Data for review START
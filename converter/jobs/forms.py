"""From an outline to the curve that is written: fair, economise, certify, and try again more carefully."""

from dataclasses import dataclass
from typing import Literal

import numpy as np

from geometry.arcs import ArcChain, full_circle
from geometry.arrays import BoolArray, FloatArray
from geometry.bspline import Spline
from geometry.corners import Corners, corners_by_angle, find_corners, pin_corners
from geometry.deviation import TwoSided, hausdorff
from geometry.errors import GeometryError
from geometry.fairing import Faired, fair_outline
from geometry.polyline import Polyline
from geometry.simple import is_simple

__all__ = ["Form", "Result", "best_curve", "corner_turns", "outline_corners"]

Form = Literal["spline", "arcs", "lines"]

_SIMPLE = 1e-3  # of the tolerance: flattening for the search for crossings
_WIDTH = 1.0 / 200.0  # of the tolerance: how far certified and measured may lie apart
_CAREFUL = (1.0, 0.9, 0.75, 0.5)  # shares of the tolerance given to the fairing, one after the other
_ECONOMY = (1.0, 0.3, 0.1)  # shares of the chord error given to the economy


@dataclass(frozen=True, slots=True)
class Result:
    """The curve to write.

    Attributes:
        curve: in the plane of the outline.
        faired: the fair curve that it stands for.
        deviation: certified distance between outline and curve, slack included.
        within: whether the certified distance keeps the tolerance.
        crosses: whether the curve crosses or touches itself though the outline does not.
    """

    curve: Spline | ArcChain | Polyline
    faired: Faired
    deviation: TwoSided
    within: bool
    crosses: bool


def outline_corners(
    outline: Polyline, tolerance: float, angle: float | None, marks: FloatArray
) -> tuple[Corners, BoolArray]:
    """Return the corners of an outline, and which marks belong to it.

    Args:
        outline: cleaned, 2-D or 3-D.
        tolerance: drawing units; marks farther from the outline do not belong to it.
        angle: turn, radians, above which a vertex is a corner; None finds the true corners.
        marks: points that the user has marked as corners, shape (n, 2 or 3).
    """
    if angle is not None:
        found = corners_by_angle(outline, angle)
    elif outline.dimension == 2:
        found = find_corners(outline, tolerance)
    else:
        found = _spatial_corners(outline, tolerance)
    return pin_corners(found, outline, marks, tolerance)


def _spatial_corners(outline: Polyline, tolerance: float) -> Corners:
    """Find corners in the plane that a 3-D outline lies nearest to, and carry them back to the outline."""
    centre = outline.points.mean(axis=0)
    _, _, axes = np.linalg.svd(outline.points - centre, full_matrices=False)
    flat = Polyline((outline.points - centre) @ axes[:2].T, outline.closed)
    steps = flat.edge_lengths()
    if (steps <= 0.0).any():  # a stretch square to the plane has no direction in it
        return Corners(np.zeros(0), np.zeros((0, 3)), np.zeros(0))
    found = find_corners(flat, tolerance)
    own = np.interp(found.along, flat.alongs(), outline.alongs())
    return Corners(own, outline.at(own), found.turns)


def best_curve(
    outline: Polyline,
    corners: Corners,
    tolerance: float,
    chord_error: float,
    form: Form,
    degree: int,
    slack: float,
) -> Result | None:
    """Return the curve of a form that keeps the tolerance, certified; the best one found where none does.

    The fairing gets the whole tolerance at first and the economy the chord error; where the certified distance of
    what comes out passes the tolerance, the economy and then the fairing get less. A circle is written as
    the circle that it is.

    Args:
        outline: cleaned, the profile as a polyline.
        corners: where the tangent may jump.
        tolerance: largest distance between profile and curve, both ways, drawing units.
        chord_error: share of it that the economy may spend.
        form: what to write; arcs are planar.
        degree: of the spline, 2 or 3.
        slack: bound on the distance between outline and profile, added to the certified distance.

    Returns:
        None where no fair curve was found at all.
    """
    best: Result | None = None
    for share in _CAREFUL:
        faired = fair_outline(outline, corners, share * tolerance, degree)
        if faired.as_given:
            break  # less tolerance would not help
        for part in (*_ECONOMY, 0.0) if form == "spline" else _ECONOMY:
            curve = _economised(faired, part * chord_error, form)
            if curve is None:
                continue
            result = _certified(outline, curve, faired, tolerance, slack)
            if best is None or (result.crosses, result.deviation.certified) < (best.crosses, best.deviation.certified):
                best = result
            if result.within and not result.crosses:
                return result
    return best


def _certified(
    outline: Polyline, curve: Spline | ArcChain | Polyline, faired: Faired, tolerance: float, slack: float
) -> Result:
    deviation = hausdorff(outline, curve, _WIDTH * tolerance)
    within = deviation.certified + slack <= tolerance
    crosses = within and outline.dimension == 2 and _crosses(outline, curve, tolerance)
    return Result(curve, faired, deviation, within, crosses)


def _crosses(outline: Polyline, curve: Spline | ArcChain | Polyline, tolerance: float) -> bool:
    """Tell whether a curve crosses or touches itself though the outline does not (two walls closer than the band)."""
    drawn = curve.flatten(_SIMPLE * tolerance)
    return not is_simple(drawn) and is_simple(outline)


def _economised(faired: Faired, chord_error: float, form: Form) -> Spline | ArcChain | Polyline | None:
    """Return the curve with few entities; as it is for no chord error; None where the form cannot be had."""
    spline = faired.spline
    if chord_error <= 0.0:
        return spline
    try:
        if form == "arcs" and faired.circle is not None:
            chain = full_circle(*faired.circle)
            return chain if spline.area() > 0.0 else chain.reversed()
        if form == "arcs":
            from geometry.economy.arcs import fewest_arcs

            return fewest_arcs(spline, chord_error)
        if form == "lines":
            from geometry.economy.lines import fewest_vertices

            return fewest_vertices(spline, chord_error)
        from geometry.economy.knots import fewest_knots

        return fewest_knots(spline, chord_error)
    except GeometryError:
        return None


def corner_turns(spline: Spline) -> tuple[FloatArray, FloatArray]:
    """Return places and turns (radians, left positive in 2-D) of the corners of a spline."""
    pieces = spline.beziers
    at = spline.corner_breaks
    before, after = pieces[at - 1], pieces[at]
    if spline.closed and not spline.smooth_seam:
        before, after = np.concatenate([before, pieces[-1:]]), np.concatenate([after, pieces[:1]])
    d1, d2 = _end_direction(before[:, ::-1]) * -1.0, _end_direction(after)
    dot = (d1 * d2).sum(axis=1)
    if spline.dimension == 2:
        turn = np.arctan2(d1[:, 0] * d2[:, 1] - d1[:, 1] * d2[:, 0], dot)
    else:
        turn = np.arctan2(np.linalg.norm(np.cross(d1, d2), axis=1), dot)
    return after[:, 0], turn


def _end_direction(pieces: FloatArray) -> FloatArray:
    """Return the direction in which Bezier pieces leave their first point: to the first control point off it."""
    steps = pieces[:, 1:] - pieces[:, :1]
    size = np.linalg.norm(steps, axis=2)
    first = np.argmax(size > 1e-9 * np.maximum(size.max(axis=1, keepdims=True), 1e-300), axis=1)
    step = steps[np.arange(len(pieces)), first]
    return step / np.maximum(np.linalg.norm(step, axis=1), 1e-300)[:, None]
Data for review END
Data for review START
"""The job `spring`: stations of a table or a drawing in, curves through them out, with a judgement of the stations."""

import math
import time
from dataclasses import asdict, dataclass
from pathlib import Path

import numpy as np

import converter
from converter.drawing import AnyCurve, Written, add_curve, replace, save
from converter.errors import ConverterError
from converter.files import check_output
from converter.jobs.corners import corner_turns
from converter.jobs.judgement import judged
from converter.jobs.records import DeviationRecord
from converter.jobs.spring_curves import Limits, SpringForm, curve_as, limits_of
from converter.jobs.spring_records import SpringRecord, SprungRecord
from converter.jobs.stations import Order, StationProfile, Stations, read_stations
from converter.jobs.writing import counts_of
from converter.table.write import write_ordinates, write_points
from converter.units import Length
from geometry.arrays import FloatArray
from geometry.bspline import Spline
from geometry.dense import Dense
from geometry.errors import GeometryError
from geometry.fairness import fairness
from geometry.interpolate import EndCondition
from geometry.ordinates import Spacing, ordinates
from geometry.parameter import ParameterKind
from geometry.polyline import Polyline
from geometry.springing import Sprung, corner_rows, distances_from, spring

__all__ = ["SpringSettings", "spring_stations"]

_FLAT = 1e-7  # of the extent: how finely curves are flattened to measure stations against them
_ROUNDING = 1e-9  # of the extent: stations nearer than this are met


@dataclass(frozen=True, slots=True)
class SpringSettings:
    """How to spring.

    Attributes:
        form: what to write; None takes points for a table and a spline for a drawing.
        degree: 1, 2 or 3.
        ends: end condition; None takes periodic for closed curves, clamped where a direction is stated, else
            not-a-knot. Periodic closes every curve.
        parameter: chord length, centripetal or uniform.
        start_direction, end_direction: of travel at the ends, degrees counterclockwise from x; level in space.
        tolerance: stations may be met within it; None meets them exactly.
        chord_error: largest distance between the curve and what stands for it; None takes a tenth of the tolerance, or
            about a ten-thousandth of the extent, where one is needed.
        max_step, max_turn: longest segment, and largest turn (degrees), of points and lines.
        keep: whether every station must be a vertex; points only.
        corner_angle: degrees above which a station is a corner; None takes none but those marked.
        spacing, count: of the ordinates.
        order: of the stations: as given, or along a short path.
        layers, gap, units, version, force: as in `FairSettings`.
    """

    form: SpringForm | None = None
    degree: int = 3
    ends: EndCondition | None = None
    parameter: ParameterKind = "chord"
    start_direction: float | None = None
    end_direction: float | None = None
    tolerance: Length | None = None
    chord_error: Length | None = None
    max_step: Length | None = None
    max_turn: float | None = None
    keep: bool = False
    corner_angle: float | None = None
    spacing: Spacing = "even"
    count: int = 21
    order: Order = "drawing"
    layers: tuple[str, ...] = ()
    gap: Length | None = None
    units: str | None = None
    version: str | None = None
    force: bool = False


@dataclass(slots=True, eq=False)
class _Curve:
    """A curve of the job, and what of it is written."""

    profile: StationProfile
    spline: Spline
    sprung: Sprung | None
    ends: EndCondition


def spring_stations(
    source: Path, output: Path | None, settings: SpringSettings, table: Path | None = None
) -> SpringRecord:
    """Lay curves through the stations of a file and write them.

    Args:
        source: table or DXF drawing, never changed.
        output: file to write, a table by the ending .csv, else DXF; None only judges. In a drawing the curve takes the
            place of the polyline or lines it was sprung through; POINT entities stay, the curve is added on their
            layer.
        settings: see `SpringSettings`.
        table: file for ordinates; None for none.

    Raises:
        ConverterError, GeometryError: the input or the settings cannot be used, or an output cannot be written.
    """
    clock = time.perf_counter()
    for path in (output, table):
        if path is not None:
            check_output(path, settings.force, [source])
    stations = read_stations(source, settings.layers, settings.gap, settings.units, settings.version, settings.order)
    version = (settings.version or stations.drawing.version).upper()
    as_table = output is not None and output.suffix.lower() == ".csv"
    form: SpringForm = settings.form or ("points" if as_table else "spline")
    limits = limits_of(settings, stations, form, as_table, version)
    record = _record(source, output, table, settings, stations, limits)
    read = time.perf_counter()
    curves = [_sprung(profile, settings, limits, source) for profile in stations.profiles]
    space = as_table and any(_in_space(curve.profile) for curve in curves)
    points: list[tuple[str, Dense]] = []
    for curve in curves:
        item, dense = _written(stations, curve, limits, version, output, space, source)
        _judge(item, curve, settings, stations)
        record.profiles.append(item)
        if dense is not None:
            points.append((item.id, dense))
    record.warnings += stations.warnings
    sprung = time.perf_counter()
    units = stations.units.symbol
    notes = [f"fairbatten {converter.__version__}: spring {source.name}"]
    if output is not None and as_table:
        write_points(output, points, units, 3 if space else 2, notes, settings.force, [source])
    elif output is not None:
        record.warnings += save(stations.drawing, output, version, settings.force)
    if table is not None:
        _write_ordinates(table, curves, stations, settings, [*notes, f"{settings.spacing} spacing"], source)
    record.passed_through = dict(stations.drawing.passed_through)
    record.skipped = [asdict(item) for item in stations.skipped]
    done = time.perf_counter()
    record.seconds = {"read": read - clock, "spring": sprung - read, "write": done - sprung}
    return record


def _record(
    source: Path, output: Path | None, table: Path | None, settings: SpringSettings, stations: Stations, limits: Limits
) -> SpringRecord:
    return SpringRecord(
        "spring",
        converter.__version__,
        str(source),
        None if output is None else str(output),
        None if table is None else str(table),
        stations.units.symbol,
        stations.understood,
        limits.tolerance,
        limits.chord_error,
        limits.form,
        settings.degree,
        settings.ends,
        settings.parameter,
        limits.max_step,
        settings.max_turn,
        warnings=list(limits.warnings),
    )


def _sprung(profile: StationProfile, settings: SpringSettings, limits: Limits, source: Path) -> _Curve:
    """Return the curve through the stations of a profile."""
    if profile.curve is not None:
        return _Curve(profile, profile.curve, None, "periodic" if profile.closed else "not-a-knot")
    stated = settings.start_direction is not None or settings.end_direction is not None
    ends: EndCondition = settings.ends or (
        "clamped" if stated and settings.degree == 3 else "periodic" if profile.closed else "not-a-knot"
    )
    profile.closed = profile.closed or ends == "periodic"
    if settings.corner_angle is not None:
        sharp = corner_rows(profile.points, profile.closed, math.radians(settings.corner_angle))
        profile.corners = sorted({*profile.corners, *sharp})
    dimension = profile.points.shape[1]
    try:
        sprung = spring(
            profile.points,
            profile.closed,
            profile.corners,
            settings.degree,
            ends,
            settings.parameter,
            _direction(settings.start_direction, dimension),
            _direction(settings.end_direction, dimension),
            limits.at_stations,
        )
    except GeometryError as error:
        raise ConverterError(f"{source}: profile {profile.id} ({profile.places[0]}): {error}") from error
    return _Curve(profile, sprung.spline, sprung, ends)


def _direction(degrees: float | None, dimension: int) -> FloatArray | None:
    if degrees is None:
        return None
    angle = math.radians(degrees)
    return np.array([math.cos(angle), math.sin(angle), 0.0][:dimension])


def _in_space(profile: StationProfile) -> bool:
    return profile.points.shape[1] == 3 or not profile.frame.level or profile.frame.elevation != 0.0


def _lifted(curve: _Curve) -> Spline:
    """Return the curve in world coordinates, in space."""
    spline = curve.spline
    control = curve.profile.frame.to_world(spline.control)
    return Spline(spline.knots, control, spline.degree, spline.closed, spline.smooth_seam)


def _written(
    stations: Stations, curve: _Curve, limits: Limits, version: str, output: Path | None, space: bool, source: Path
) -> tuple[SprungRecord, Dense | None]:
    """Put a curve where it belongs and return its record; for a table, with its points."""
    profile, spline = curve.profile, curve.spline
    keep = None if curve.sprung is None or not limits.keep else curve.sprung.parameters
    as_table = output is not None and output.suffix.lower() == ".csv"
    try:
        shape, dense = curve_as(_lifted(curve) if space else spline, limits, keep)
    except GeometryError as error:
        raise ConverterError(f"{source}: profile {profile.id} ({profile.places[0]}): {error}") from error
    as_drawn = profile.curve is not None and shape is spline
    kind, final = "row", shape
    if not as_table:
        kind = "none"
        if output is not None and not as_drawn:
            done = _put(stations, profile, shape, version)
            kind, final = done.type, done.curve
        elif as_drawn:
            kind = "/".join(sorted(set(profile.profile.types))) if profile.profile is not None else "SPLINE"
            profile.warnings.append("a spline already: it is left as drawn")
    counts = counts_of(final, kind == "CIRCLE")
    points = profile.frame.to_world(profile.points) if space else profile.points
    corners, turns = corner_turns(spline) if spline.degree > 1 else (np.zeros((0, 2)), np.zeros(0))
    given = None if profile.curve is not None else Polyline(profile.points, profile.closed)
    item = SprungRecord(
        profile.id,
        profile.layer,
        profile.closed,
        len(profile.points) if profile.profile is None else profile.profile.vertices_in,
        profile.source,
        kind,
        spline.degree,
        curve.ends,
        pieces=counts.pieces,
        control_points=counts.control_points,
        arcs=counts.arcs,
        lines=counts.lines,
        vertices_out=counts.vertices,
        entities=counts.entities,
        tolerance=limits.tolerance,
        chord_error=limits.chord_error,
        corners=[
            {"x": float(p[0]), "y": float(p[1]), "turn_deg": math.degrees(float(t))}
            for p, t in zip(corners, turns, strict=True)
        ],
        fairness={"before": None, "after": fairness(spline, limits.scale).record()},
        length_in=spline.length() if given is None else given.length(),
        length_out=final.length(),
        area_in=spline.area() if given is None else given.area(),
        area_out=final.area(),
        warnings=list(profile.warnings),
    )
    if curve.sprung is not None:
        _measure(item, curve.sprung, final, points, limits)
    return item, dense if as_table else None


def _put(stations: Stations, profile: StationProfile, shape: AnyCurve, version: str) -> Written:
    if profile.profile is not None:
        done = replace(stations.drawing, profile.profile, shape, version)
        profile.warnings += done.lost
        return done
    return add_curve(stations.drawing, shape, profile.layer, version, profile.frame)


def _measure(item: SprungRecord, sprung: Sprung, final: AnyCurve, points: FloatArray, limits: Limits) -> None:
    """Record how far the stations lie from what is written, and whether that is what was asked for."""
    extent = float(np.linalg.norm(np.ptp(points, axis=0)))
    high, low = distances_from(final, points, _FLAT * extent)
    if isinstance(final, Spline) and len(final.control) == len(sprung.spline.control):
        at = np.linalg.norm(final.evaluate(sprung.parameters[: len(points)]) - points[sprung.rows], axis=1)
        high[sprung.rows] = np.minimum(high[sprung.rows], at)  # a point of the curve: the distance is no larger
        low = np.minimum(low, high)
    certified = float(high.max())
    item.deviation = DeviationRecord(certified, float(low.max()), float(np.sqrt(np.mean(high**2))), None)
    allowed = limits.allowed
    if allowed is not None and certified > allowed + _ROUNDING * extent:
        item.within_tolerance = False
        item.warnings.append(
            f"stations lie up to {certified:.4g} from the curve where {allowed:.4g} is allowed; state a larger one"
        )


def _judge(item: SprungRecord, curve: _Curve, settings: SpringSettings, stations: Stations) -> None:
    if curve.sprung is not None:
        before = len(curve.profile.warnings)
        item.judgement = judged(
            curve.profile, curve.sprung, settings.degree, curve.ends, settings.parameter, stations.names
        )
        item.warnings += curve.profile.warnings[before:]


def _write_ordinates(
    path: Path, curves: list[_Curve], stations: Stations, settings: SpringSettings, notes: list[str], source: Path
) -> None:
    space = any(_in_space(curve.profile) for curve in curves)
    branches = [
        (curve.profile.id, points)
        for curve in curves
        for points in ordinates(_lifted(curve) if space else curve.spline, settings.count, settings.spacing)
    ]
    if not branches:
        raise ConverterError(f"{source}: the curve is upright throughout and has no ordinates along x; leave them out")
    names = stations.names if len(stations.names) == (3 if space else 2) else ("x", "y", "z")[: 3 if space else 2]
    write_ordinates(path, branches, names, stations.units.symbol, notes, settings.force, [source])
Data for review END
### Exercise goal
Of all the lines in the data above, show only those that hold the word "pieces".

### Response area
    pieces = spline.beziers
    before, after = pieces[at - 1], pieces[at]
        before, after = np.concatenate([before, pieces[-1:]]), np.concatenate([after, pieces[:1]])
def _end_direction(pieces: FloatArray) -> FloatArray:
    """Return the direction in which Bezier pieces leave their first point: to the first control point off it."""
    steps = pieces[:, 1:] - pieces[:, :1]
    step = steps[np.arange(len(pieces)), first]
        pieces=counts.pieces,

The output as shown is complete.